- Born: 10 December 1985 (age 40) Wigan, England
- Occupation: Television personality
- Television: Gladiators Celebrity Big Brother Famously Single Bromans Celebrity Ex on the Beach
- Children: 1

= David McIntosh (television personality) =

British television personality

David McIntosh (born 10 December 1985) is a British television personality. A former Royal Marines commando, he was a Gladiator on the Sky 1 TV series Gladiators, under the name Tornado. In 2014, he participated in Celebrity Big Brother 14.

== Career ==
Born to a British mother and Jamaican father, McIntosh grew up in Platt Bridge, near Wigan. He went to Holy Family Primary School in Platt Bridge and then St Edmund Arrowsmith high school in Ashton in Makerfield. After school, McIntosh became a Royal Marines Commando, serving in Northern Ireland, Somalia, the Persian Gulf, and Afghanistan. Upon leaving the Marines, McIntosh appeared as "Tornado" on the Sky 1 show Gladiators.
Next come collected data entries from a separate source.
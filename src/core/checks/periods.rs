//! Checks that look at days: a yield beside those of earlier periods (C-08), editions that are in force (E-06), enough months
//! of data (E-14).

use super::settings::Settings;
use super::{Subject, finding};
use crate::core::documents::assessment::{Finding, Severity};
use crate::core::documents::input::{FactorRef, Input, OneOrMany};
use crate::core::documents::pathway::{Period, Stage};
use crate::core::domain::factor::Edition;
use crate::core::domain::{Cited, Term};
use crate::core::units::rounding::{plain, significant};
use crate::core::units::{Quantity, parse_unit};
use serde_json::Value;
use std::collections::BTreeSet;

/// How many of the earlier periods count, the last ones.
const LAST: usize = 4;

/// Runs the checks.
pub fn run(subject: &Subject, findings: &mut Vec<Finding>) {
    let pathway = subject.resolved.pathway;
    for stage in &pathway.stages {
        findings.extend(stable_yield(stage, subject.settings));
    }
    for id in editions(&pathway.stages, pathway.defaults.values()) {
        if let Some(edition) = subject.book.editions.get(id) {
            findings.extend(in_force(edition, &pathway.period));
        }
    }
    let kinds = super::evidence::kinds(subject.resolved);
    let actual = |term: &Term| kinds.get(term).is_some_and(|kinds| kinds.contains("actual"));
    if let Some(needed) = &subject.resolved.rules.data_months
        && Term::ALL.iter().any(actual)
    {
        let rules = &subject.resolved.rules.title;
        findings.extend(long_enough(&pathway.name, &pathway.period, rules, needed));
    }
}

/// C-08: output per intake, as both are entered, beside the median of the last four earlier periods.
pub fn stable_yield(stage: &Stage, settings: &Settings) -> Option<Finding> {
    let mut earlier: Vec<_> = stage.earlier_periods.iter().collect();
    earlier.sort_by_key(|period| period.to);
    let last = &earlier[earlier.len().saturating_sub(LAST)..];
    let mut yields: Vec<f64> = last
        .iter()
        .filter_map(|period| Quantity::read(period.r#yield.value, &period.r#yield.unit).ok())
        .map(|quantity| quantity.value)
        .collect();
    yields.sort_by(f64::total_cmp);
    let middle = yields.len() / 2;
    let median = match yields.len() {
        0 => return None,
        n if n % 2 == 1 => yields[middle],
        _ => f64::midpoint(yields[middle - 1], yields[middle]),
    };
    let now = yield_now(stage)?;
    let moved = (now / median - 1.0).abs();
    if moved <= settings.yield_shift_percent / 100.0 {
        return None;
    }
    let unit = &last.last()?.r#yield.unit;
    let shown = |figure: f64| {
        let figure = parse_unit(unit)
            .and_then(|unit| unit.from_base(figure))
            .unwrap_or(figure);
        significant(figure, 4, 6)
    };
    let message = format!(
        "The yield of {} moved from {} to {} {unit}.",
        stage.title(),
        shown(median),
        shown(now)
    );
    let remedy = "Check both periods and give the reason.";
    Some(finding(
        "C-08",
        Severity::Warn,
        &stage.key,
        "output",
        message,
        remedy,
    ))
}

/// Output per intake in base units, as entered; intakes that count something else than the first are left out.
fn yield_now(stage: &Stage) -> Option<f64> {
    let made = Quantity::read(stage.output.flow.amount?, stage.output.flow.unit.as_deref()?).ok()?;
    let mut taken = stage
        .intakes
        .iter()
        .filter_map(|intake| Quantity::read(intake.flow.amount?, intake.flow.unit.as_deref()?).ok());
    let first = taken.next()?;
    let rest = taken.filter(|other| other.dimension == first.dimension);
    let all: f64 = first.value + rest.map(|other| other.value).sum::<f64>();
    (all > 0.0).then_some(made.value / all)
}

/// Editions that factors, models and defaults of a pathway are taken from.
fn editions<'d>(stages: &'d [Stage], defaults: impl Iterator<Item = &'d String>) -> BTreeSet<&'d str> {
    let mut found: BTreeSet<&str> = defaults.filter_map(|row| edition_of(row)).collect();
    for input in stages.iter().flat_map(|stage| &stage.inputs) {
        found.extend(input_editions(input));
    }
    found
}

fn edition_of(id: &str) -> Option<&str> {
    id.split_once('/').map(|(edition, _)| edition)
}

fn input_editions(input: &Input) -> Vec<&str> {
    let mut found = Vec::new();
    for factor in input.factor.iter().flat_map(OneOrMany::list) {
        if let FactorRef::Id(id) = factor {
            found.extend(edition_of(id));
        }
    }
    for model in super::parameters::models(input) {
        for value in model.parameters.values() {
            match value {
                Value::String(text) => found.extend(edition_of(text)),
                Value::Array(items) => {
                    found.extend(items.iter().filter_map(Value::as_str).filter_map(edition_of));
                }
                _ => {}
            }
        }
    }
    found
}

/// E-06: an edition begins no later than the period ends, and had not ended when it began.
pub fn in_force(edition: &Edition, period: &Period) -> Option<Finding> {
    let message = match (edition.valid_from, edition.valid_to) {
        (Some(from), _) if from > period.to => {
            format!("Edition {} starts on {from}, after this period.", edition.id)
        }
        (_, Some(to)) if to < period.from => {
            format!("Edition {} ended on {to}, before this period.", edition.id)
        }
        _ => return None,
    };
    let remedy = "Choose an edition of the period or give the reason.";
    Some(finding("E-06", Severity::Warn, "", "period", message, remedy))
}

/// Whole months from the first day to the last, both inside.
fn months(period: &Period) -> Option<i32> {
    let after = period.to.tomorrow().ok()?;
    let span = period.from.until((jiff::Unit::Month, after)).ok()?;
    Some(i32::from(span.get_years()) * 12 + span.get_months())
}

/// E-14: the period holds as many months as the rule set asks for an actual value.
pub fn long_enough(pathway: &str, period: &Period, rules: &str, needed: &Cited) -> Option<Finding> {
    let months = months(period)?;
    if f64::from(months) >= needed.value {
        return None;
    }
    let message = format!(
        "{pathway} rests on {months} months of data; {rules} asks for {}.",
        plain(needed.value)
    );
    let remedy = "Add the missing months or give the reason.";
    Some(finding("E-14", Severity::Warn, "", "period", message, remedy))
}

#[cfg(test)]
mod tests {
    use super::super::tests::stage;
    use super::*;
    use crate::core::documents::Amount;
    use crate::core::documents::pathway::{Flow, Intake};
    use crate::core::documents::records::EarlierPeriod;
    use crate::core::domain::{Citation, Status};
    use jiff::civil::date;

    fn period() -> Period {
        Period {
            from: date(2026, 10, 1),
            to: date(2027, 9, 30),
            kind: None,
        }
    }

    #[test]
    fn a_yield_stays_near_its_median() {
        let mut works = stage();
        works.output.flow.amount = Some(380.0);
        works.output.flow.unit = Some("L".to_owned());
        works.intakes = vec![Intake {
            from: "field".to_owned(),
            product: None,
            flow: Flow {
                amount: Some(1.0),
                unit: Some("t".to_owned()),
                ..Flow::default()
            },
        }];
        let settings = Settings::default();
        assert_eq!(stable_yield(&works, &settings), None);
        let year = |year: i16, figure: f64| EarlierPeriod {
            from: date(year, 1, 1),
            to: date(year, 12, 31),
            r#yield: Amount {
                value: figure,
                unit: "L/t".to_owned(),
            },
            note: None,
        };
        // The first one is the fifth back and does not count.
        works.earlier_periods = [
            (2021, 100.0),
            (2022, 370.0),
            (2025, 390.0),
            (2023, 375.0),
            (2024, 380.0),
        ]
        .map(|(y, figure)| year(y, figure))
        .to_vec();
        assert_eq!(stable_yield(&works, &settings), None);
        works.output.flow.amount = Some(340.0);
        let found = stable_yield(&works, &settings).unwrap();
        assert_eq!(found.id, "C-08");
        assert!(
            found.message.contains("from 377.5 to 340.0 L/t"),
            "{}",
            found.message
        );
    }

    #[test]
    fn an_edition_is_in_force() {
        let mut edition = Edition {
            id: "own".to_owned(),
            title: "Own".to_owned(),
            citation: Citation {
                source: "own".to_owned(),
                status: Status::Own,
            },
            note: None,
            valid_from: Some(date(2027, 9, 30)),
            valid_to: None,
            validity_source: None,
            factors: Default::default(),
            aliases: Default::default(),
            fuel_splits: Default::default(),
            pathways: Default::default(),
        };
        assert_eq!(in_force(&edition, &period()), None);
        edition.valid_from = Some(date(2027, 10, 1));
        assert!(
            in_force(&edition, &period())
                .unwrap()
                .message
                .contains("starts on 2027-10-01")
        );
        edition.valid_from = None;
        edition.valid_to = Some(date(2026, 10, 1));
        assert_eq!(in_force(&edition, &period()), None);
        edition.valid_to = Some(date(2026, 9, 30));
        assert!(
            in_force(&edition, &period())
                .unwrap()
                .message
                .contains("ended on 2026-09-30")
        );
    }

    #[test]
    fn enough_months() {
        let needed = Cited {
            value: 12.0,
            unit: "months".to_owned(),
            source: "own".to_owned(),
            status: Status::Own,
            note: None,
        };
        assert_eq!(long_enough("Wheat", &period(), "Own", &needed), None);
        let short = Period {
            to: date(2027, 9, 29),
            ..period()
        };
        let found = long_enough("Wheat", &short, "Own", &needed).unwrap();
        assert!(found.message.contains("on 11 months"), "{}", found.message);
    }
}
Following Gladiators, McIntosh worked in security. In late 2013, McIntosh was doing security transportation on a badger culling operation, and after crashing a van loaded with dead badgers into a bus stop he received a traffic violation charge resulting in a court fine. McIntosh was also found guilty of driving for eight years with a license that had been revoked for a previous traffic violation.
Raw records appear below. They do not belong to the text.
//! Why a use case of evidence did not do what it was asked. `Display` is for people.

use super::files::FilesError;
use crate::core::documents::Problems;
use crate::store::StoreError;
use thiserror::Error;

/// Why a use case failed.
#[derive(Clone, Debug, Error)]
pub enum EvidenceError {
    /// What stands beside the file is wrong (422): everything at once, nothing was kept.
    #[error("What stands beside the file does not hold.")]
    Problems(Problems),
    /// There is no such evidence here (404).
    #[error("There is no such evidence.")]
    NotFound,
    /// The wished id is taken (409).
    #[error("There is evidence \"{0}\" already. Take another id, or leave it out to have one counted.")]
    Taken(String),
    /// The file is gone or another one (409): what E-11 says of it.
    #[error("{0}")]
    Unsound(String),
    /// The database (503 with Retry-After when [`StoreError::is_passing`], else 500).
    #[error(transparent)]
    Store(#[from] StoreError),
    /// The disk or the store elsewhere (503).
    #[error(transparent)]
    Files(#[from] FilesError),
}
In 2014, McIntosh appeared in fitness magazine Muscle & Fitness, and music videos for Jennifer Hudson's single "Walk It Out" and Nicki Minaj's single "Anaconda". In August 2014, McIntosh entered the Celebrity Big Brother house for a reported fee of £200,000. McIntosh was the first to be evicted from the house.
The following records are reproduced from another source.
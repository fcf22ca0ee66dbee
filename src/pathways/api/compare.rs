//! Comparison of two to six pathways, stored ones by id, others as documents.

use super::super::{Stored, read, revision};
use super::choice::{StoredChoice, stored, under};
use super::stored::known_rule_set;
use crate::app::{App, Basis};
use crate::core::documents::reader::{Fields, Place};
use crate::core::documents::{Assessment, Pathway, Problems};
use crate::core::evaluate::Options;
use crate::core::levers::compare::{Comparison, LEAST, MOST, Subject, compare};
use crate::rules::basis;
use crate::web::actor::{Actor, CanRead};
use crate::web::extract::{JsonBody, NoQuery};
use crate::web::{Refusal, blocking};
use axum::Json;
use axum::http::StatusCode;
use serde::Serialize;
use serde_json::Value;
use utoipa::ToSchema;
use utoipa_axum::router::OpenApiRouter;
use utoipa_axum::routes;
use uuid::Uuid;

/// The route of this file.
pub(super) fn routes() -> OpenApiRouter<App> {
    OpenApiRouter::new().routes(routes!(compare_pathways))
}

/// What to compare.
#[derive(Debug, Serialize, ToSchema)]
#[allow(
    dead_code,
    reason = "describes the body, which is read by hand so that every problem has its pointer"
)]
struct CompareQuestion {
    /// Two to six pathways; differences are against the first.
    #[schema(min_items = 2, max_items = 6)]
    pathways: Vec<Chosen>,
    /// Evaluate all of them under this rule set instead of their own.
    rule_set: Option<String>,
}

/// A pathway to compare.
#[derive(Debug, Serialize, ToSchema)]
#[serde(untagged)]
#[allow(dead_code, reason = "describes the body")]
enum Chosen {
    /// A stored one, at its current revision.
    Id(Uuid),
    /// A stored one, at a revision.
    Revision(StoredChoice),
    /// A document that need not be stored.
    Document(Box<Pathway>),
}

/// Compare pathways
///
/// The difference by stage, by kind of stage and by term, and every setting in which they are unlike. Stores nothing.
#[utoipa::path(post, path = "/compare", tag = "evaluation",
    request_body(content = CompareQuestion, content_type = "application/json"),
    responses((status = 200, description = "The pathways side by side.", body = Comparison),
        (status = 404, description = "A pathway is not there.", body = crate::web::problem::ProblemDocument,
            content_type = "application/problem+json")))]
async fn compare_pathways(
    Actor { app, .. }: Actor<CanRead>,
    _: NoQuery,
    JsonBody(body): JsonBody,
) -> Result<Json<Comparison>, Refusal> {
    let (asked, rule_set) = question(&body)?;
    let basis = basis(&app).await?;
    known_rule_set(&basis.book, rule_set.as_deref())?;
    let mut pathways = Vec::with_capacity(asked.len());
    for choice in asked {
        pathways.push(match choice {
            Choice::Document(pathway) => *pathway,
            Choice::Stored(id, None) => document(&read(&app, id).await?)?,
            Choice::Stored(id, Some(number)) => document(&revision(&app, id, number).await?)?,
        });
    }
    Ok(Json(
        blocking::run(move || side_by_side(&app, &basis, &pathways, rule_set.as_deref())).await??,
    ))
}

fn document(stored: &Stored) -> Result<Pathway, Refusal> {
    Pathway::from_bytes(&stored.document).map_err(|_| {
        tracing::error!(pathway = %stored.id, revision = stored.revision, "a stored document cannot be read");
        Refusal::of(StatusCode::INTERNAL_SERVER_ERROR)
    })
}

enum Choice {
    Stored(Uuid, Option<i64>),
    Document(Box<Pathway>),
}

/// Reads the question; every problem with its pointer.
fn question(body: &Value) -> Result<(Vec<Choice>, Option<String>), Refusal> {
    let mut problems = Problems::default();
    let at = &Place::ROOT;
    let Some(mut fields) = Fields::open(body, at, &mut problems) else {
        return Err(Refusal::invalid(problems));
    };
    let rule_set = fields.text("rule_set", at, &mut problems);
    let given = match body.get("pathways") {
        Some(Value::Array(items)) => items.len(),
        _ => 0,
    };
    let asked = if given <= MOST {
        fields.list("pathways", at, &mut problems, choice)
    } else {
        Vec::new()
    };
    if given > MOST {
        fields.take("pathways");
    }
    if !(LEAST..=MOST).contains(&given) {
        let remedy = format!("Give {LEAST} to {MOST} ids or documents.");
        problems.add(
            at.field("pathways"),
            format!("{given} pathways cannot be compared."),
            remedy,
        );
    }
    fields.close(at, &mut problems);
    if problems.is_empty() {
        Ok((asked, rule_set))
    } else {
        Err(Refusal::invalid(problems))
    }
}

fn choice(value: &Value, at: &Place<'_>, problems: &mut Problems) -> Option<Choice> {
    if value.get("format").is_some() {
        return match Pathway::from_value(value) {
            Ok(pathway) => Some(Choice::Document(Box::new(pathway))),
            Err(found) => {
                under(&at.to_string(), found, problems);
                None
            }
        };
    }
    let (id, revision) = stored(value, at, problems)?;
    Some(Choice::Stored(id, revision))
}

fn side_by_side(
    app: &App,
    basis: &Basis,
    pathways: &[Pathway],
    rule_set: Option<&str>,
) -> Result<Comparison, Refusal> {
    let mut problems = Problems::default();
    let mut assessed: Vec<Assessment> = Vec::with_capacity(pathways.len());
    for (index, pathway) in pathways.iter().enumerate() {
        let options = Options {
            without_workings: true,
            ..basis.options(rule_set)
        };
        match app.evaluates(pathway, &basis.book, options) {
            Ok(assessment) => assessed.push(assessment),
            Err(found) => under(&format!("/pathways/{index}"), found, &mut problems),
        }
    }
    if !problems.is_empty() {
        return Err(Refusal::invalid(problems));
    }
    let mut subjects = Vec::with_capacity(pathways.len());
    for (pathway, assessment) in pathways.iter().zip(&assessed) {
        let rules = basis.book.rule_sets.get(&assessment.rule_set).ok_or_else(|| {
            tracing::error!(
                rule_set = assessment.rule_set,
                "an assessment names a rule set that is not there"
            );
            Refusal::of(StatusCode::INTERNAL_SERVER_ERROR)
        })?;
        subjects.push(Subject {
            pathway,
            assessment,
            rules,
        });
    }
    unlike(&subjects, rule_set.is_some())?;
    Ok(compare(&subjects))
}

/// Refuses figures that may not be set against each other: other gas weights, or another heating value of the fuel.
fn unlike(subjects: &[Subject<'_>], asked: bool) -> Result<(), Refusal> {
    let Some((first, others)) = subjects.split_first() else {
        return Ok(());
    };
    let mut problems = Problems::default();
    for (index, other) in others.iter().enumerate().filter(|_| !asked) {
        if let Err(why) = first.rules.comparable_with(other.rules) {
            problems.add(
                format!("/pathways/{}", index + 1),
                format!(
                    "{} and {} cannot be compared: {why}.",
                    first.rules.id, other.rules.id
                ),
                "Name one rule set for all in \"rule_set\", or compare pathways under one.",
            );
        }
    }
    if problems.is_empty() {
        Ok(())
    } else {
        Err(Refusal::invalid(problems))
    }
}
In 2014, private photographs of McIntosh in which he was naked circulated online. About that he wrote on Twitter: "So happy my naked ass brought joy to many boys & girls out der Im now gonna figure out a way to get more leaked, as my duty to humanity". McIntosh was involved in a Twitter spat with his then-girlfriend Kelly Brook following their publication. Later in 2016, McIntosh showed his bare buttocks on Instagram.

In 2017, McIntosh appeared on the E! reality dating show Famously Single. Later that year he played Doctore on the ITV2 Ancient Rome-themed reality television series Bromans, mentoring the contestants during physical challenges.

In 2020, McIntosh appeared as a cast member on the eleventh series of Ex on the Beach.